Move shows Washington may be running out of tools in trade row: experts.

Proposed US tariffs on imported Chinese art, collectibles and antiques could backfire and may help boost the Chinese domestic market instead of helping the US to address its trade deficit with China, as such exports to the US are small in both volume and value terms, industry insiders said.

The move reflected a reality where the US government is running out of targets for duties on items that could potentially reduce its trade deficit with China, they also noted.

“Chinese artwork such as traditional Chinese painting, calligraphy and Suzhou embroidery only account for a negligible share in the US market, and they are not the mainstream in the West… so the impact on the Chinese industry is very limited,” Xu Xiaoling, the general-secretary of the Shanghai Antique Management Association, told the Global Times in an interview over the weekend.

The US announced in June a list of $200 billion worth of Chinese imports that would be subject to 10 percent tariffs. Among the thousands of items were such items as paintings, sculptures, collages, ceramics and historical collections, along with antiques older than 100 years.

Public hearings on the list are to be held in late August, with the tariffs to take effect at some time after that, according to a statement on the website of the Office of the United States Trade Representative.

Chinese law prohibits the export of most antiques. Last year, exports of antiques and artwork to the US stood at just over $280 million, representing 2.7 percent of total US imports in this category, according to various media reports.

Xu also stressed that the tariff, on the contrary, would spur the growth of China’s burgeoning art market. “If the US administration is using tariffs to contain the domestic industry, the results would be opposite to its expectations. Chinese artists will then focus more on improving the quality of their work and exploring European markets,” Xu said.

Wu Fei, president of the New York-based China-US Cultural Exchange Center, told the Global Times over the weekend that even if the tariff takes effect, it won’t make much difference in the prices of these items she sells.

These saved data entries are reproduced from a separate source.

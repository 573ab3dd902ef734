import { familyOrder } from './familyOrder';
import { type FamilyTable, familyTable } from './familyTable';
import { OUTSIDE } from './parentOptions';
import type { PedigreeEntry } from './pedigree';

/** Possible pairs of every family, as nodes (`OUTSIDE` for an animal outside); those of family `f` from `start[f]` on. */
type PairList = { start: Int32Array; sire: Int32Array; dam: Int32Array; weight: Float64Array };

/** Where every family's genes come from: the share (0 to 1) of each parent node; those of family `f` from `start[f]` on. */
type ParentList = { start: Int32Array; node: Int32Array; share: Float64Array };

/**
 * A pedigree put in order for counting. A node is an animal that is a possible parent, the one animal behind a `oneOf` key,
 * or a `leaf`: all the entries of one family that have no young, which are alike in every kinship except with themselves.
 * Families and nodes come parents first; the nodes of family `f` are `firstNode[f]` up to `firstNode[f + 1]`, its leaf last.
 */
export type SortedPedigree = {
  ids: string[];
  rowOf: Map<string, number>;
  nodeOf: Int32Array;
  families: number;
  nodes: number;
  familyOf: Int32Array;
  firstNode: Int32Array;
  isDraw: Uint8Array;
  isLeaf: Uint8Array;
  pairs: PairList;
  parents: ParentList;
  /** Share of a family's genes that comes from outside the pedigree. */
  outside: Float64Array;
};

/** Sorts a pedigree, parents first, without recursion; throws a `PedigreeError` for anything that cannot be a pedigree. */
export function sortPedigree(pedigree: PedigreeEntry[]): SortedPedigree {
  const table = familyTable(pedigree);
  const ids = [...table.rowOf.keys()];
  const order = familyOrder(table, ids);
  const placed = placeNodes(table, order, ids.length);
  const pairs = placePairs(table, order, placed.nodeOf);
  const isDraw = Uint8Array.from(order, (family) => (table.isDraw[family] ? 1 : 0));
  const { parents, outside } = parentShares(pairs, isDraw);
  return {
    ids,
    rowOf: table.rowOf,
    families: order.length,
    ...placed,
    nodeOf: placed.nodeOf.subarray(0, ids.length),
    isDraw,
    pairs,
    parents,
    outside,
  };
}

function placeNodes(table: FamilyTable, order: number[], rows: number) {
  const isParent = new Uint8Array(table.numbers);
  for (const parent of [table.sire, table.dam]) {
    for (const number of parent) if (number !== OUTSIDE) isParent[number] = 1;
  }
  const members = membersOf(table);
  const nodeOf = new Int32Array(table.numbers);
  const firstNode = new Int32Array(order.length + 1);
  const familyOf: number[] = [];
  const isLeaf: number[] = [];
  order.forEach((family, place) => {
    const own = members.list.subarray(members.start[family], members.start[family + 1]);
    for (const number of own) {
      if (number < rows && !isParent[number]) continue;
      nodeOf[number] = familyOf.push(place) - 1;
      isLeaf.push(0);
    }
    const leaves = own.filter((number) => number < rows && !isParent[number]);
    for (const number of leaves) nodeOf[number] = familyOf.length;
    if (leaves.length > 0) {
      familyOf.push(place);
      isLeaf.push(1);
    }
    firstNode[place + 1] = familyOf.length;
  });
  const nodes = familyOf.length;
  return { nodeOf, firstNode, nodes, familyOf: Int32Array.from(familyOf), isLeaf: Uint8Array.from(isLeaf) };
}

function membersOf(table: FamilyTable): { start: Int32Array; list: Int32Array } {
  const start = new Int32Array(table.isDraw.length + 1);
  for (const family of table.familyOf) start[family + 1] = (start[family + 1] ?? 0) + 1;
  for (let family = 1; family < start.length; family += 1)
    start[family] = (start[family] ?? 0) + (start[family - 1] ?? 0);
  const next = start.slice();
  const list = new Int32Array(table.numbers);
  table.familyOf.forEach((family, number) => {
    const at = next[family] ?? 0;
    list[at] = number;
    next[family] = at + 1;
  });
  return { start, list };
}

function placePairs(table: FamilyTable, order: number[], nodeOf: Int32Array): PairList {
  const pairs: PairList = {
    start: new Int32Array(order.length + 1),
    sire: new Int32Array(table.sire.length),
    dam: new Int32Array(table.sire.length),
    weight: new Float64Array(table.sire.length),
  };
  const node = (number: number | undefined) =>
    number === undefined || number === OUTSIDE ? OUTSIDE : (nodeOf[number] ?? OUTSIDE);
  let next = 0;
  order.forEach((family, place) => {
    for (let at = table.start[family] ?? 0; at < (table.start[family + 1] ?? 0); at += 1) {
      pairs.sire[next] = node(table.sire[at]);
      pairs.dam[next] = node(table.dam[at]);
      pairs.weight[next] = table.weight[at] ?? 0;
      next += 1;
    }
    pairs.start[place + 1] = next;
  });
  return pairs;
}

/** A fish has half its genes from each parent of a pair; a draw has all of them from its candidate. */
function parentShares(pairs: PairList, isDraw: Uint8Array): { parents: ParentList; outside: Float64Array } {
  const outside = new Float64Array(isDraw.length);
  const start = new Int32Array(isDraw.length + 1);
  const node: number[] = [];
  const share: number[] = [];
  const give = (family: number, parent: number, part: number) => {
    if (parent === OUTSIDE) {
      outside[family] = (outside[family] ?? 0) + part;
      return;
    }
    const known = node.indexOf(parent, start[family]);
    if (known < 0) {
      node.push(parent);
      share.push(part);
    } else share[known] = (share[known] ?? 0) + part;
  };
  for (let family = 0; family < isDraw.length; family += 1) {
    for (let at = pairs.start[family] ?? 0; at < (pairs.start[family + 1] ?? 0); at += 1) {
      const weight = pairs.weight[at] ?? 0;
      give(family, pairs.sire[at] ?? OUTSIDE, isDraw[family] ? weight : weight / 2);
      if (!isDraw[family]) give(family, pairs.dam[at] ?? OUTSIDE, weight / 2);
    }
    start[family + 1] = node.length;
  }
  return { parents: { start, node: Int32Array.from(node), share: Float64Array.from(share) }, outside };
}
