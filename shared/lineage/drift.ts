import { finite, whole } from '../badValue';

/** The smallest effective size there is: one self-fertile animal has 1, a share of one less. */
const effective = (size: number): number => finite('effective size', size, { min: 0.5 });

/** Inbreeding gained per generation, 1 / (2 Ne) (Wright 1931); `null` for a group that cannot breed (Ne = 0). */
export function inbreedingRate(effectiveSize: number): number | null {
  return effectiveSize === 0 ? null : 1 / (2 * effective(effectiveSize));
}

/**
 * F expected after `generations` of random mating at a constant effective size: 1 - (1 - F0) (1 - 1 / 2Ne)^t (Wright 1931).
 * `null` for a group that cannot breed. Throws a `BadValue` for values out of range.
 */
export function inbreedingAfter(from: { effectiveSize: number; generations: number; f?: number }): number | null {
  const kept = shareKept(from.effectiveSize, from.generations);
  return kept === null ? null : 1 - (1 - finite('F', from.f ?? 0, { min: 0, max: 1 })) * kept;
}

/**
 * Gene diversity (0 to 1) expected after `generations` at a constant effective size, from that of today (1 for a whole wild
 * population): GD0 (1 - 1 / 2Ne)^t (Wright 1931). `null` for a group that cannot breed. Throws a `BadValue`.
 */
export function predictedGeneDiversity(from: {
  effectiveSize: number;
  generations: number;
  geneDiversity?: number;
}): number | null {
  const kept = shareKept(from.effectiveSize, from.generations);
  return kept === null ? null : finite('gene diversity', from.geneDiversity ?? 1, { min: 0, max: 1 }) * kept;
}

function shareKept(effectiveSize: number, generations: number): number | null {
  const rate = inbreedingRate(effectiveSize);
  return rate === null ? null : (1 - rate) ** whole('generations', generations);
}

/** The constant effective size that keeps F at or below `f` for `generations`: 1 / (2 (1 - (1 - F)^(1/t))). Throws a `BadValue`. */
export function requiredEffectiveSize(goal: { f: number; generations: number }): number {
  const f = finite('F', goal.f, { above: 0, max: 1 });
  const generations = whole('generations', goal.generations, 1);
  return 1 / (2 * -Math.expm1(Math.log1p(-f) / generations));
}

/** Chance that founders of this effective size carry an allele of that frequency: 1 - (1 - p)^(2 Ne). Throws a `BadValue`. */
export function chanceAlleleKept(of: { frequency: number; effectiveSize: number }): number {
  const frequency = finite('frequency', of.frequency, { min: 0, max: 1 });
  return 1 - (1 - frequency) ** (2 * finite('effective size', of.effectiveSize, { min: 0 }));
}

/** Founders needed to carry an allele of that frequency with that chance: ln(1 - P) / (2 ln(1 - p)). Throws a `BadValue`. */
export function foundersForAllele(goal: { frequency: number; chance: number }): { exact: number; whole: number } {
  const frequency = finite('frequency', goal.frequency, { above: 0, max: 0.999_999 });
  const chance = finite('chance', goal.chance, { min: 0, max: 0.999_999 });
  const exact = Math.log1p(-chance) / (2 * Math.log1p(-frequency));
  // A rounding error above a whole number must not ask for one founder more.
  return { exact, whole: Math.ceil(exact - 1e-9) };
}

“Contemporary Chinese artwork isn’t expensive – prices range from tens of dollars to hundreds of dollars. So imposing a 10 percent or even a 25 percent tariff won’t drive up the price too much. It is not a big deal,” she explained. As such, the inclusion of art and antiques in the US tariff list has more “symbolic meaning” than actual meaning, Wu added.

Industry insiders highlighted the principle of free international movement of art, and they questioned the US for targeting art and breaking long-term industry traditions.

In sharp contrast to the US decision, the State Council, China’s cabinet, cut tariffs on art, collectibles and antiques in July by as much as 8 percentage points to current levels  between 1 t0 6 percent.

“Cultural communication between China and the US has sped up in recent years, and an increasing number of Chinese artists have held exhibitions in the US,” Xu said, adding that “if the trade row between China and the US escalates, I’m worried that the US will deliberately create barriers to Sino-US cultural exchange, such as delaying the visa approval of Chinese artists.”

More importantly, the proposed tariff reflects that the US administration is having a hard time making a list of targets and has to include things that play a minimal role in reducing its trade deficit with China.

“Is it meaningful to tax art and unilaterally pursue balanced trade with China? The US really needs to think about it,” Xu noted.